The return of the backyard cottage idea

Councilmember Mike O’Brien wants to pick up the pieces of a bygone housing recommendation from last summer. The proposal, once a piece of Mayor Ed Murray’s Housing Affordability and Livability Agenda, would loosen the rules around building backyard cottages, theoretically adding density and housing stock.
Councilmember Mike O’Brien wants to pick up the pieces of a bygone housing recommendation from last summer. The proposal, once a piece of Mayor Ed Murray’s Housing Affordability and Livability Agenda, would loosen the rules around building backyard cottages, theoretically adding density and housing stock.

Councilmember Mike O’Brien wants to pick up the pieces of a bygone housing recommendation from last summer. The proposal, once a piece of Mayor Ed Murray’s Housing Affordability and Livability Agenda, would loosen the rules around building backyard cottages, theoretically adding density and housing stock in single-family neighborhoods across the city.
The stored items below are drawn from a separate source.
"""The parts as the build turns out to have them: refined by lmfit, averaged over the live suspects."""

from __future__ import annotations

import math
from collections.abc import Sequence
from dataclasses import dataclass

import numpy as np

from benchfit.explain.infer import whitener
from benchfit.explain.model import Array, Model, Parameter
from benchfit.explain.result import PartFound
from benchfit.explain.weigh import Weighed

LIVE = 0.01


@dataclass(frozen=True, eq=False)
class Averaged:
    """The build averaged over what is not settled: weights, states and covariances of the live hypotheses."""

    weights: Array
    live: tuple[Weighed, ...]

    @property
    def mean(self) -> Array:
        """Mean state, shape (n,)."""
        mean: Array = self.weights @ np.array([w.mean for w in self.live])
        return mean

    @property
    def covariance(self) -> Array:
        """Covariance of the state: within the hypotheses and between them, shape (n, n)."""
        mean = self.mean
        out = np.zeros((mean.size, mean.size))
        for q, w in zip(self.weights, self.live, strict=True):
            away = w.mean - mean
            out += q * (w.covariance + np.outer(away, away))
        return out


def average(weighed: Sequence[Weighed]) -> Averaged:
    """Keep what is alive and normalise."""
    live = [w for w in weighed if w.probability >= LIVE and np.all(np.isfinite(w.mean))] or list(weighed[:1])
    p = np.array([max(w.probability, 1e-12) for w in live])
    return Averaged(p / p.sum(), tuple(live))


def parts_found(model: Model, averaged: Averaged, readings: Sequence[str]) -> tuple[PartFound, ...]:
    """Value, u and provenance of every part, in SI."""
    mean, covariance = averaged.mean, averaged.covariance
    nominal = model.values(model.nominal)
    values = model.values(mean)
    found = []
    slopes = _slopes(model, mean)
    off = {c for w in averaged.live for c in w.causes}
    for i, p in enumerate(model.parameters):
        if p.part is None:
            continue
        value = float(values[p.name])
        u = math.sqrt(max(float(slopes[p.name] @ covariance @ slopes[p.name]), 0.0))
        parasitic = p.part.kind == "parasitic" and p.spread == 0
        if parasitic and p.name not in off:
            continue
        base = float(nominal[p.name])
        limits = None if parasitic else _limits(model, i)
        if not math.isfinite(value):
            found.append(PartFound(p.name, None, None, p.part.unit, None, None, None, None, "capture"))
            continue
        deviation = None if parasitic or base == 0 or not math.isfinite(base) else value / base - 1
        within = (
            None
            if limits is None
            else limits[0] - 1e-12 * abs(limits[0]) <= value <= limits[1] + 1e-12 * abs(limits[1])
        )
        found.append(
            PartFound(
                p.name,
                value,
                u,
                p.part.unit,
                None if parasitic or not math.isfinite(base) else base,
                limits,
                deviation,
                within,
                _source(model, i, covariance, readings),
            )
        )
    return tuple(found)


def _slopes(model: Model, mean: Array) -> dict[str, Array]:
    """d(part)/d(state) for every part: followers move with their base."""
    n = mean.size
    shifted = np.tile(mean, (n, 1))
    spread = np.maximum(model.spread, 1e-6 * np.maximum(np.abs(mean), 1e-12))
    step = 1e-4 * spread
    shifted[np.arange(n), np.arange(n)] += step
    with np.errstate(all="ignore"):
        here, there = model.values(mean), model.values(shifted)
        return {name: np.nan_to_num((there[name] - here[name]) / step) for name in here}


def _limits(model: Model, i: int) -> tuple[float, float] | None:
    p = model.parameters[i]
    state = np.tile(model.nominal, (2, 1))
    state[:, i] = p.limits
    values = model.values(state)[p.name]
    low, high = sorted(float(v) for v in values)
    return (low, high) if math.isfinite(low) and math.isfinite(high) else None


def _source(model: Model, i: int, covariance: Array, readings: Sequence[str]) -> str:
    """Which source carries most of the information (1/u²) on a part: the capture, its reading, or the sheet."""
    p: Parameter = model.parameters[i]
    sheet = 0.0 if p.spread == 0 else 1 / p.spread**2
    total = 1 / covariance[i, i] if covariance[i, i] > 0 else math.inf
    reading = 0.0
    if p.name in readings:
        for j, o in enumerate(model.observations):
            if o.kind == "reading" and o.name == p.name:
                reading = 1 / model.covariance[j, j]
    capture = max(total - sheet - reading, 0.0)
    if p.part is not None and p.part.kind == "parasitic" and p.spread == 0:
        return "capture"
    if reading >= max(capture, sheet) and reading > 0:
        return "reading"
    return "capture" if capture > sheet and math.isfinite(capture) else "build sheet"


def unseparated(model: Model, state: Array) -> tuple[tuple[str, ...], ...]:
    """Parts that the captures fix only together, priors left out: columns of the whitened Jacobian that are
    collinear.

    Unit columns; two of them are collinear where the smaller singular value is under 1e-2 of the larger, that is
    where tan(angle/2) is. The scope's nuisances are projected out first: they belong to the instrument.
    """
    rows = [j for j, o in enumerate(model.observations) if o.kind != "reading"]
    if not rows:
        return ()
    n = len(model.parameters)
    spread = model.spread
    step = np.where(spread > 0, 1e-3 * spread, 0.0)
    shifted = np.tile(state, (n, 1))
    shifted[np.arange(n), np.arange(n)] += step
    with np.errstate(all="ignore"):
        raw = (model.predict(shifted) - model.predict(state))[:, rows].T / np.where(step > 0, 1e-3, 1.0)
    if not np.all(np.isfinite(raw)):
        return ()
    nuisance = [i for i, p in enumerate(model.parameters) if p.part is None and spread[i] > 0]
    covariance = model.covariance[np.ix_(rows, rows)] + raw[:, nuisance] @ raw[:, nuisance].T
    columns = whitener(covariance) @ raw
    wanted = [
        i
        for i, p in enumerate(model.parameters)
        if p.part is not None and spread[i] > 0 and p.part.kind not in ("parasitic", "device")
    ]
    length = np.linalg.norm(columns, axis=0)
    wanted = [i for i in wanted if length[i] > 0.3]
    groups: list[set[int]] = []
    for a, i in enumerate(wanted):
        for j in wanted[a + 1 :]:
            cosine = abs(float(columns[:, i] @ columns[:, j]) / (length[i] * length[j]))
            if math.sqrt(max(1 - cosine, 0.0) / (1 + cosine)) < 1e-2:
                mine = [g for g in groups if i in g or j in g]
                merged = {i, j}.union(*mine)
                groups = [g for g in groups if g not in mine] + [merged]
    return tuple(tuple(model.parameters[i].name for i in sorted(g)) for g in groups)
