"""From the build sheet and the captures' constants to the model that inference works on."""

from __future__ import annotations

import math
from collections.abc import Sequence

import numpy as np

from benchfit.circuits.model import Circuit, Node, Part
from benchfit.circuits.solve import constants as circuit_constants
from benchfit.cycle.constants import CycleConstants
from benchfit.explain.model import Array, Model, Observation, Parameter, View, observe
from benchfit.quantity import Toleranced
from benchfit.sheet.model import Build, CaptureChanges, Probe, Sheet

ABSENT = {"log": 0.0, "linear": 0.0, "inverse": 0.0}


def parameters_of(build: Build) -> tuple[Parameter, ...]:
    """One parameter for each part that the build has, absent parasitics included (with no room to move)."""
    found = []
    for part in build.circuit.parts:
        if part.name in build.parts:
            found.append(_parameter(part, build))
        elif part.kind == "parasitic":
            found.append(Parameter(part.name, part.coordinate, 0.0, 0.0, 0.0, (0.0, 0.0), part))
    return tuple(found)


def _parameter(part: Part, build: Build) -> Parameter:
    value = build.parts[part.name]
    if part.base is not None and part.name not in build.given:
        return _follower(part, value)
    if part.coordinate == "log":
        mean, sd = value.prior_log()
        return Parameter(
            part.name,
            "log",
            mean,
            sd,
            math.log(value.nominal),
            (math.log(value.low), math.log(value.high)),
            part,
        )
    if part.coordinate == "inverse":
        if math.isinf(value.nominal):
            return Parameter(part.name, "inverse", 0.0, 0.0, 0.0, (0.0, 0.0), part)
        inverse = value.reciprocal("")
        mean, sd = inverse.prior_linear()
        return Parameter(part.name, "inverse", mean, sd, inverse.nominal, (inverse.low, inverse.high), part)
    mean, sd = value.prior_linear()
    return Parameter(part.name, "linear", mean, sd, value.nominal, (value.low, value.high), part)


def _follower(part: Part, value: Toleranced) -> Parameter:
    """A default that follows other parts: its coordinate is the ratio to, or the difference from, its base."""
    if part.coordinate == "log":
        low, high = math.log(value.low / value.nominal), math.log(value.high / value.nominal)
    else:
        low, high = value.low - value.nominal, value.high - value.nominal
    return Parameter(
        part.name,
        part.coordinate,
        0.5 * (low + high),
        (high - low) / math.sqrt(12),
        0.0,
        (low, high),
        part,
        part.base,
    )


def nominal_period(circuit: Circuit, parameters: Sequence[Parameter]) -> float:
    """Period (s) of the nominal build; NaN where it does not oscillate."""
    model = Model(circuit, (*parameters, _exact("timebase", 0.0)), (), (), np.empty((0, 0)), 1.0, 1.0)
    with np.errstate(all="ignore"):
        found = circuit_constants(circuit.cycle(model.values(model.nominal)), "")
    return float(found["period"])


def _exact(name: str, value: float) -> Parameter:
    return Parameter(name, "linear", value, 0.0, value, (value, value))


def _known(name: str, value: Toleranced, coordinate: str = "linear") -> Parameter:
    if coordinate == "log":
        mean, sd = value.prior_log()
        return Parameter(
            name, "log", mean, sd, math.log(value.nominal), (math.log(value.low), math.log(value.high))
        )
    mean, sd = value.prior_linear()
    return Parameter(name, "linear", mean, sd, value.nominal, (value.low, value.high))


def load_of(probe: Probe | None) -> tuple[float, float] | None:
    """(conductance S, capacitance F) of a probe; None where there is none."""
    if probe is None:
        return None
    conductance = 0.0 if probe.resistance is None else 1 / probe.resistance.nominal
    capacitance = 0.0 if probe.capacitance is None else probe.capacitance.nominal
    return (conductance, capacitance) if conductance or capacitance else None


def view_of(
    circuit: Circuit,
    timing: Node | None,
    probes: dict[str, Probe | None],
    change: CaptureChanges | None,
    number: int,
    parameters: list[Parameter],
    build: Build,
) -> View:
    """The conditions of one capture; what was different is added to ``parameters``."""
    loads = {}
    merged = dict(probes)
    if change is not None:
        merged.update(change.probes)
    for name, probe in merged.items():
        node = circuit.node(name)
        load = load_of(probe)
        if load is not None and node.loads:
            loads[node.name] = load
    swaps: dict[str, str] = {}
    added = {"C": "", "R": ""}
    if change is not None:
        for name, value in change.parts.items():
            label = f"{name}:{number}"
            parameters.append(_known(label, value, circuit.part(name).coordinate))
            swaps[name] = label
        for letter, extra in (("C", change.added_C), ("R", change.added_R)):
            if extra is not None:
                added[letter] = f"added_{letter}:{number}"
                parameters.append(_known(added[letter], extra))
    capacitor = next(p.name for p in circuit.parts if p.kind == "capacitor")
    if timing is None:
        return View("", "timing", loads, swaps, added["C"], added["R"], capacitor)
    return View(timing.name, timing.shape, loads, swaps, added["C"], added["R"], capacitor)


def timing_node(circuit: Circuit, constants: CycleConstants) -> Node | None:
    """The timing node that a capture shows, if any."""
    for name in constants.spans:
        try:
            node = circuit.node(name)
        except KeyError:
            continue
        if node.shape != "square":
            return node
    return None


def assemble(sheet: Sheet, captures: Sequence[CycleConstants]) -> Model:
    """The model of one build seen in one or several captures.

    Raises
    ------
    SheetError
        Where the sheet names no circuit.
    """
    build = sheet.build()
    circuit = build.circuit
    parts = parameters_of(build)
    parameters = list(parts)
    views, observations, blocks = [], [], []
    for number, constants in enumerate(captures, 1):
        view = view_of(
            circuit,
            timing_node(circuit, constants),
            dict(sheet.probes),
            sheet.captures.get(number),
            number,
            parameters,
            build,
        )
        views.append(view)
    parameters.extend(_scope(sheet, captures))
    period = nominal_period(circuit, parts)
    first = captures[0]
    swing = float(
        np.ptp([constants_span for span in first.spans.values() for constants_span in span] or [1.0])
    )
    model = Model(circuit, tuple(parameters), tuple(views), (), np.empty((0, 0)), swing, period)
    for number, constants in enumerate(captures):
        if not constants.oscillates:
            continue
        offered = model.constants_of(views[number], model.values(model.center))
        wanted = [n for n in offered if n not in ("charge_end", "discharge_end")]
        if "high_share" in constants and "charge_share" in constants:
            wanted = _one_share(wanted, constants)
        found, block = observe(constants, number, wanted)
        observations.extend(found)
        blocks.append(block)
    extra, variances = _readings(sheet, build, model)
    observations.extend(extra)
    blocks.extend(np.array([[v]]) for v in variances)
    return Model(
        circuit,
        tuple(parameters),
        tuple(views),
        tuple(observations),
        _diagonal(blocks),
        swing,
        period if math.isfinite(period) else (1.0 if not first.oscillates else first.value("period")),
    )


def assemble_bare(sheet: Sheet) -> Model:
    """The model of a build that nobody has captured: parts and the sheet's probes, no observations."""
    build = sheet.build()
    parts = parameters_of(build)
    parameters = [*parts, _exact("timebase", 0.0)]
    view = view_of(build.circuit, None, dict(sheet.probes), None, 1, parameters, build)
    return Model(
        build.circuit,
        tuple(parameters),
        (view,),
        (),
        np.empty((0, 0)),
        1.0,
        nominal_period(build.circuit, parts),
    )


def _one_share(wanted: list[str], constants: CycleConstants) -> list[str]:
    """Where the output's edges and the timing node's turns give one and the same share, the sharper one is taken."""
    if abs(constants.value("high_share") - constants.value("charge_share")) > 0.02:
        return wanted
    worse = "charge_share" if constants.u("high_share") <= constants.u("charge_share") else "high_share"
    return [n for n in wanted if n != worse]


def _scope(sheet: Sheet, captures: Sequence[CycleConstants]) -> list[Parameter]:
    """Gain and offset of each channel, and the timebase: type B, rectangles (JCGM 100, 4.3.7)."""
    root = math.sqrt(3.0)
    found = [
        Parameter(
            "timebase",
            "linear",
            0.0,
            sheet.scope.timebase / root,
            0.0,
            (-sheet.scope.timebase, sheet.scope.timebase),
        )
    ]
    for kind in ("timing", "output"):
        spans = [
            (span, c.coupling.get(node, "dc"))
            for c in captures
            for node, span in c.spans.items()
            if _kind(sheet, node) == kind
        ]
        if not spans:
            continue
        width = max(high - low for (low, high), _ in spans)
        offset = sheet.scope.offset if sheet.scope.offset is not None else 0.02 * width
        if any(coupling == "ac" for _, coupling in spans):
            offset = 20 * width
        gain = sheet.scope.gain
        found.append(Parameter(f"gain:{kind}", "linear", 0.0, gain / root, 0.0, (-gain, gain)))
        found.append(Parameter(f"offset:{kind}", "linear", 0.0, offset / root, 0.0, (-offset, offset)))
    return found


def _kind(sheet: Sheet, node: str) -> str:
    try:
        assert sheet.circuit is not None
        return "output" if sheet.circuit.node(node).shape == "square" else "timing"
    except KeyError:
        return "output" if node == "output" else "timing"


def _readings(sheet: Sheet, build: Build, model: Model) -> tuple[list[Observation], list[float]]:
    """Readings as observations: of a part in its own coordinate, of frequency (ln) or duty as a counter has them."""
    found, variances = [], []
    names = {p.name: p for p in model.parameters}
    for name, value in sheet.readings.items():
        if name in ("frequency", "period", "duty"):
            if name == "duty":
                mean, sd = value.prior_linear()
                offered = model.constants_of(model.views[0], model.values(model.center))
                constant = "high_share" if "high_share" in offered else "charge_share"
                found.append(Observation(0, constant, "counter", mean))
                variances.append(sd**2 + (1e-4) ** 2)
            else:
                mean, sd = value.prior_log()
                found.append(Observation(0, "frequency", "counter", mean if name == "frequency" else -mean))
                variances.append(sd**2 + (1e-6) ** 2)
            continue
        p = names.get(name)
        if p is None:
            continue
        if p.coordinate == "log":
            mean, sd = value.prior_log()
            direct = p.follows is None
            if not direct:
                mean, sd = value.prior_linear()
        elif p.coordinate == "inverse":
            mean, sd = value.reciprocal("").prior_linear()
            direct = True
        else:
            mean, sd = value.prior_linear()
            direct = p.follows is None
        found.append(Observation(0, name, "reading", mean, 1.0 if direct else 0.0))
        variances.append(max(sd, 1e-6 * max(abs(mean), 1e-3)) ** 2)
    return found, variances


def _diagonal(blocks: Sequence[Array]) -> Array:
    size = sum(b.shape[0] for b in blocks)
    out = np.zeros((size, size))
    at = 0
    for block in blocks:
        out[at : at + block.shape[0], at : at + block.shape[0]] = block
        at += block.shape[0]
    return out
Backyard cottages are allowed in Seattle, but barely utilized. Only 159 were built in Seattle between 2012 and 2014. The HALA recommendation from last summer would have cleared away some of the brush getting in the way of building these cottages.

The recommendation, however, got lumped in with a different piece of the HALA proposals that would have allowed for more duplexes, triplexes and townhouses in single-family zones. Danny Westneat of the Seattle Times is given near universal credit for raising the public temperature on that particular issue. After getting earfuls at fundraisers and public events, Council President Tim Burgess and, eventually, Mayor Murray backed off denser single-family neighborhoods. Backyard cottages were, by all appearances, the baby that got thrown out with the duplex bathwater.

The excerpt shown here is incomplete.